def simulate(
    scenario: str,
    *,
    units: int | None = None,
    periods: int | None = None,
    seed: int = 0,
    discount: float | None = None,
    n_covariates: int | None = None,
) -> Simulation:
    """Simulate a panel from one of the built-in scenarios.

    Each unit draws its time-invariant covariates, its Bellman equation is
    solved exactly (see :func:`orthoccp.simulate._solve.solve`), and choices
    are drawn from the exact conditional choice probabilities, which is
    equivalent to drawing the type-I extreme value shocks.

    Scenarios (see :func:`scenario_names`):

    ``"ebike"``
        Bikes (column ``bike``) choose each ``week`` an ``action``, ``keep``
        or ``swap`` (anchor, renewal).  State ``wear`` in 0..24 and
        ``wear_scaled = wear / 10``; the weekly wear increment is
        Binomial(3, p_i) with ``p_i`` a non-linear function of ``x0..x4``.
        ``keep``: wear -> min(wear + inc, 24); ``swap``: wear -> inc.
        Each bike starts at wear 0 and runs a 30-week unrecorded burn-in
        under the optimal policy, so recorded wear is close to stationary.
    ``"ebike3"``
        As ``"ebike"`` with a third action ``recondition``:
        wear -> min(wear // 2 + inc, 24).
    ``"producers"``
        Producers choose each ``quarter`` a ``decision``, ``stay`` or
        ``exit`` (anchor, terminal, payoff 0).  State ``demand`` in 0..14 and
        ``demand_scaled = demand / 5``; demand moves one level up or down with
        probabilities depending non-linearly on ``x0..x4`` and mean-reverting
        in the level.  Initial demand is uniform on 5..14; an exiting
        producer has no further rows.

    A family design id such as ``"F07"`` (:func:`orthoccp.simulate.family_design`) draws a
    panel from that design instead, at the design's size unless ``units`` or ``periods`` are
    given; the design fixes its discount and covariates.

    Parameters
    ----------
    scenario : str
        Scenario name, or a family design id ``"F<seed>"``.
    units : int, optional
        Number of units: 1000 for a scenario, the design's for a family design.
    periods : int, optional
        Number of recorded periods (a terminal unit may have fewer rows): 12 for a scenario,
        the design's for a family design.
    seed : int, default 0
        Seed for :func:`numpy.random.default_rng`; the only source of randomness.
    discount : float, optional
        Discount factor in ``[0, 1)``; the scenario default (0.95) when omitted.
    n_covariates : int, optional
        Number of covariates ``x0, x1, ...`` (at least 5); 30 for the e-bike
        scenarios and 25 for ``"producers"`` when omitted.

    Returns
    -------
    Simulation
        The panel with its exact CCPs, values and continuation terms.

    Raises
    ------
    orthoccp.InputError
        (a :class:`ValueError`) for an unknown scenario or an option of the
        wrong type or out of range; the message names the option and value.
    """
    from ._family import family_design, is_family_id

    if is_family_id(scenario):
        for name, value in (("discount", discount), ("n_covariates", n_covariates)):
            if value is not None:
                raise InputError(
                    f"{name}={value!r} does not apply to the family design {scenario!r}, which "
                    f"fixes it; leave it out, or build a calibrated variant with "
                    f"orthoccp.simulate.family_design({scenario!r}, {name}=...)."
                )
        return family_design(scenario).simulate(units=units, periods=periods, seed=seed)
    if not isinstance(scenario, str) or scenario not in SCENARIOS:
        valid = ", ".join(repr(name) for name in SCENARIOS)
        raise InputError(
            f"unknown scenario {scenario!r}; valid scenarios are {valid}, or a family design "
            f"id such as 'F07'"
        )
    spec: Scenario = SCENARIOS[scenario]
    units = _count("units", 1000 if units is None else units, minimum=1)
    periods = _count("periods", 12 if periods is None else periods, minimum=1)
    seed = _count("seed", seed, minimum=0)
    beta = spec.default_discount if discount is None else _discount(discount)
    p = spec.default_covariates if n_covariates is None else n_covariates
    p = _count("n_covariates", p, minimum=spec.min_covariates)

    rng = np.random.default_rng(seed)
    X = draw_covariates(rng, units, p)
    solution = solve(spec.model(X, beta))

    state = spec.initial(rng, X)
    row_unit, row_period, row_state, row_choice = _record(
        rng, solution, state, periods=periods, burn_in=spec.burn_in
    )

    columns: dict[str, Any] = {
        spec.unit: row_unit.astype(np.int64),
        spec.period: row_period.astype(np.int64),
        spec.choice: np.asarray(spec.choices, dtype=object)[row_choice],
    }
    columns.update(spec.state_columns(row_state))
    covariate_names = tuple(f"x{i}" for i in range(p))
    for i, name in enumerate(covariate_names):
        columns[name] = X[row_unit, i]
    data = pd.DataFrame(columns)

    return Simulation(
        data=data,
        unit=spec.unit,
        period=spec.period,
        choice=spec.choice,
        states=(spec.state, *covariate_names),
        persistent=covariate_names,
        choices=spec.choices,
        anchor=spec.anchor,
        kind=spec.kind,
        discount=beta,
        utility={label: dict(params) for label, params in spec.utility.items()},
        truth=dict(spec.truth),
        ccp=solution.ccp[row_unit, row_state],
        values=solution.values[row_unit, row_state],
        continuation=solution.continuation()[row_unit, row_state],
        scenario=scenario,
        seed=seed,
        solution=solution,
        unit_index=row_unit,
        state_index=row_state,
        covariates=X,
        description=spec.description,
    )
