def estimates_block(title: list[str], table: pd.DataFrame, level: float, *,
                    label: str = "parameter") -> list[str]:
    """The estimates table of every summary, under its title lines.

    Parameters
    ----------
    title : list of str
        The lines above the table (method, model).
    table : pandas.DataFrame
        As :meth:`Results.to_frame` returns it.
    level : float
        Confidence level of the interval columns.
    label : str, default="parameter"
        Heading of the name column.

    Returns
    -------
    list of str
        The title, a rule, the header, the rows (one per parameter) and a closing rule.
    """
    pct = int(round(level * 100))
    head = (f"{label:<18}{'estimate':>11}{'std.err':>11}{'z':>8}{'p':>8}"
            f"{f'[{pct}% conf. int.]':>24}")
    lines = [*title, "=" * len(head), head, "-" * len(head)]
    for name, r in table.iterrows():
        lines.append(
            f"{str(name):<18}{r.estimate:>11.4f}{r.std_error:>11.4f}{r.z:>8.2f}{r.p_value:>8.3f}"
            f"{r.ci_lower:>12.4f}{r.ci_upper:>12.4f}"
        )
    lines.append("-" * len(head))
    return lines


def covariance_line(cov_type: str, small_sample: bool) -> str:
    """``covariance: <rule> by unit[ with n/(n-1) factor]``, the start of every summary's line."""
    return f"covariance: {cov_type} by unit" + (" with n/(n-1) factor" if small_sample else "")


def variance_share_lines(decomposition: pd.DataFrame, heading: str) -> list[str]:
    """The variance shares per parameter (nothing when there is one component)."""
    if decomposition.shape[1] <= 1:
        return []
    return [heading] + [
        f"  {str(name):<16}" + "  ".join(f"{c} {v:6.1%}" for c, v in r.items())
        for name, r in decomposition.iterrows()
    ]


def param_records(table: pd.DataFrame) -> list[dict[str, Any]]:
    """The ``params`` list of every results record's JSON: one JSON-safe record per row.

    Parameters
    ----------
    table : pandas.DataFrame
        Indexed by parameter, with columns ``estimate, std_error, ci_lower, ci_upper, z,
        p_value``.

    Returns
    -------
    list of dict
        ``name`` and the six numbers (NaN and infinities as ``None``).
    """
    columns = ("estimate", "std_error", "ci_lower", "ci_upper", "z", "p_value")
    return [{"name": str(k), **{c: json_number(r[c]) for c in columns}} for k, r in table.iterrows()]


RESULTS_FORMAT = "orthoccp.results/2"
"""Format tag of the results JSON (:meth:`Results.to_json`)."""


class Details:
    """The method-specific part of a result (:attr:`Results.details`).

    Every estimator's result is one :class:`Results` record: estimates, covariance, per-unit
    influence terms, row accounting and settings shared by all estimators, plus a frozen
    ``details`` record of the estimator's own facts (a subclass of this class). The details
    say how the result is named and summarised and how their part of the JSON reads.

    Subclasses set :attr:`kind` (the JSON tag) and :attr:`assumptions`, and implement
    :meth:`method`, :meth:`title`, :meth:`lines`, :meth:`to_dict` and :meth:`from_dict`.
    """

    kind: ClassVar[str] = ""
    assumptions: ClassVar[tuple[str, ...]] = ASSUMPTIONS
    not_rebuilt: ClassVar[tuple[str, ...]] = ()
    """Keys of :meth:`to_dict` whose records :meth:`from_dict` does not rebuild as objects; a
    reloaded result writes them back unchanged."""
    _kinds: ClassVar[dict[str, type[Details]]] = {}

    def __init_subclass__(cls, **kwargs: Any) -> None:
        super().__init_subclass__(**kwargs)
        if cls.kind:
            Details._kinds[cls.kind] = cls

    def method(self, debiased: bool) -> str:
        """The estimator's name, as the summary's first line shows it."""
        raise NotImplementedError

    def title(self, res: Results) -> str:
        """The line under the method: the model (or moment system) estimated."""
        raise NotImplementedError

    def lines(self, res: Results, *, plugin: bool) -> list[str]:
        """The summary's lines between the estimates and the assumptions."""
        raise NotImplementedError

    @property
    def hansen_j(self) -> Any:
        """Hansen's J: not applicable unless the estimator is over-identified."""
        return NotApplicable("the moment system is just-identified (as many moments as parameters)")

    def html(self, res: Results) -> str:
        """The notebook view: the estimates table, then the plain-text summary."""
        table = res.to_frame().to_html(float_format=lambda v: f"{v:.4f}", border=0)
        return (f"<div><p><b>orthoccp</b>: {html.escape(res.method)}</p>{table}"
                f"<pre>{html.escape(res.summary())}</pre></div>")

    def to_dict(self) -> dict[str, Any]:
        """The JSON-safe record of the details (``kind`` first)."""
        raise NotImplementedError

    @classmethod
    def from_dict(cls, doc: Mapping[str, Any], *, index: pd.Index,
                  std_errors: pd.Series) -> Details:
        """The inverse of :meth:`to_dict` (objects not rebuilt are left ``None``); ``index``
        and ``std_errors`` are the result's parameter names and standard errors."""
        raise NotImplementedError

    @staticmethod
    def read(doc: Mapping[str, Any], *, index: pd.Index, std_errors: pd.Series) -> Details:
        """The details record of a results JSON, by its ``kind``."""
        kind = doc.get("kind")
        if kind not in Details._kinds:
            raise InputError(
                f"unknown details kind {kind!r} in the results JSON; known: "
                f"{', '.join(sorted(Details._kinds))}."
            )
        return Details._kinds[str(kind)].from_dict(doc, index=index, std_errors=std_errors)
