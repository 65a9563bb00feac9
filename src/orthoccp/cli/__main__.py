"""``python -m orthoccp.cli``: the command line."""

from . import main

raise SystemExit(main())
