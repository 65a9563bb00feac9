"""The command handlers: demo, simulate, estimate, sensitivity, compare, report and montecarlo."""

from __future__ import annotations

import argparse
import shlex
import sys
import warnings
from collections.abc import Callable
from pathlib import Path
from typing import Any, TypeVar

import numpy as np
import pandas as pd

import orthoccp as oc

from .._outputs import check_outputs
from ..functions import check_functions
from ..spec import (
    Spec,
    SpecError,
    data_format,
    data_stem,
    read_spec,
    write_data,
    write_spec,
)
from ._plumbing import (
    DEMO_FOLDER,
    DEMO_SCENARIO,
    PROG,
    _display_path,
    _dumps,
    _one_line,
    _output_path,
    _Progress,
    _write_text,
    name_value_pairs,
    parse_functions,
    results_payload,
    write_outputs,
)


def _require_matplotlib(what: str) -> None:
    """Fail before the work when matplotlib (a dependency) does not import."""
    from ..figures import matplotlib_figure_class

    try:
        matplotlib_figure_class()
    except ImportError as exc:
        raise oc.InputError(f"{what}: {exc}") from exc


# --------------------------------------------------------------------------- spec from a simulation
def _simulation_spec(
    sim: Any, *, data_file: str, learner: str, folds: int, seed: int
) -> dict[str, Any]:
    """The spec document of a simulated panel, with the data path relative to the spec."""
    spec_method = getattr(sim, "spec", None)
    if callable(spec_method):
        base = spec_method()
        data = dict(base["data"])
        model = dict(base["model"])
        utility = {str(c): dict(p) for c, p in base["utility"].items()}
    else:
        data = {
            "unit": sim.unit,
            "period": sim.period,
            "choice": sim.choice,
            "states": list(sim.states),
        }
        model = {"kind": sim.kind, "anchor": sim.anchor, "discount": float(sim.discount)}
        utility = {str(c): dict(p) for c, p in sim.utility.items()}
    data["path"] = data_file
    persistent = list(getattr(sim, "persistent", ()) or ())
    if persistent and "persistent" not in model:
        model["persistent"] = persistent
    return {
        "data": data,
        "model": model,
        "utility": utility,
        "first_stage": {"learner": learner, "folds": int(folds), "seed": int(seed)},
    }


def _truth_header(sim: Any, *, command: str) -> str:
    truth = ", ".join(f"{k} = {v!r}" for k, v in sim.truth.items())
    n_units = int(sim.data[sim.unit].nunique())
    return (
        f"Written by 'orthoccp {command}': scenario {sim.scenario!r}, {n_units} units, "
        f"{len(sim.data)} rows, seed {sim.seed}.\n"
        f"True parameters: {truth}.\n"
        f"Relative paths are relative to this file's folder."
    )


def _rerun_command(data: Path, spec: Path) -> str:
    data_arg, spec_arg = shlex.quote(_display_path(data)), shlex.quote(_display_path(spec))
    return f"{PROG} estimate {data_arg} --spec {spec_arg}"


# --------------------------------------------------------------------------- estimate
def _build_panel(spec: Spec, frame: pd.DataFrame, data_path: Path) -> oc.Panel:
    """The panel; data errors name the data file (spec errors already name the spec)."""
    try:
        return spec.build_panel(frame)
    except SpecError:
        raise
    except oc.InputError as exc:
        raise oc.InputError(f"{data_path}: {exc}") from exc


def _read_spec(args: argparse.Namespace, progress: _Progress, **overrides: Any) -> Spec:
    progress.stage(f"reading the spec {args.spec}")
    spec: Spec = read_spec(args.spec)
    if spec.estimator.discrete:
        flags = {"learner": "--learner", "debias": "--naive"}
        given = [flags.get(k, f"--{k}") for k, v in overrides.items() if v is not None]
        if getattr(args, "folds", None) is not None:
            given.append("--folds")
        if given:
            raise oc.InputError(
                f"{given[0]} does not apply: the spec selects estimator.method = "
                f"{spec.estimator.method!r}, which fits no learner; drop the option."
            )
    return spec.with_options(folds=args.folds, seed=args.seed, **overrides)


def _load_panel(
    args: argparse.Namespace, spec: Spec, progress: _Progress,
    outputs: dict[str, Path | None] | None = None,
) -> tuple[Path, oc.Panel]:
    """The data file and its panel; ``outputs`` are checked first (writable, distinct from
    each other and from the data and spec files), before the data are read."""
    data_path = spec.data_path(args.data)
    check_outputs(outputs or {}, inputs={"data file": data_path, "--spec": args.spec})
    progress.stage(f"reading the data {data_path}")
    frame = spec.load_data(args.data)
    progress.stage(f"checking {len(frame)} rows against the spec")
    return data_path, _build_panel(spec, frame, data_path)


def _read_inputs(
    args: argparse.Namespace, progress: _Progress, outputs: dict[str, Path | None],
    **overrides: Any,
) -> tuple[Path, oc.Panel, oc.Model, dict[str, Any]]:
    """Spec (with command-line overrides), data, panel, model and the estimate options;
    ``outputs`` checked before the data are read (:func:`_load_panel`)."""
    spec = _read_spec(args, progress, **overrides)
    if spec.estimator.discrete:
        raise oc.InputError(
            f"this command runs the orthogonal estimator; the spec selects estimator.method = "
            f"{spec.estimator.method!r}. Use 'orthoccp estimate' for it."
        )
    data_path, panel = _load_panel(args, spec, progress, outputs)
    model = spec.build_model(panel)
    return data_path, panel, model, spec.estimate_options()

:::

TASK TO COMPLETE: Using the entries above, say how many lines contain the string "before"; the number is the full reply.

COMPLETED TASK: 3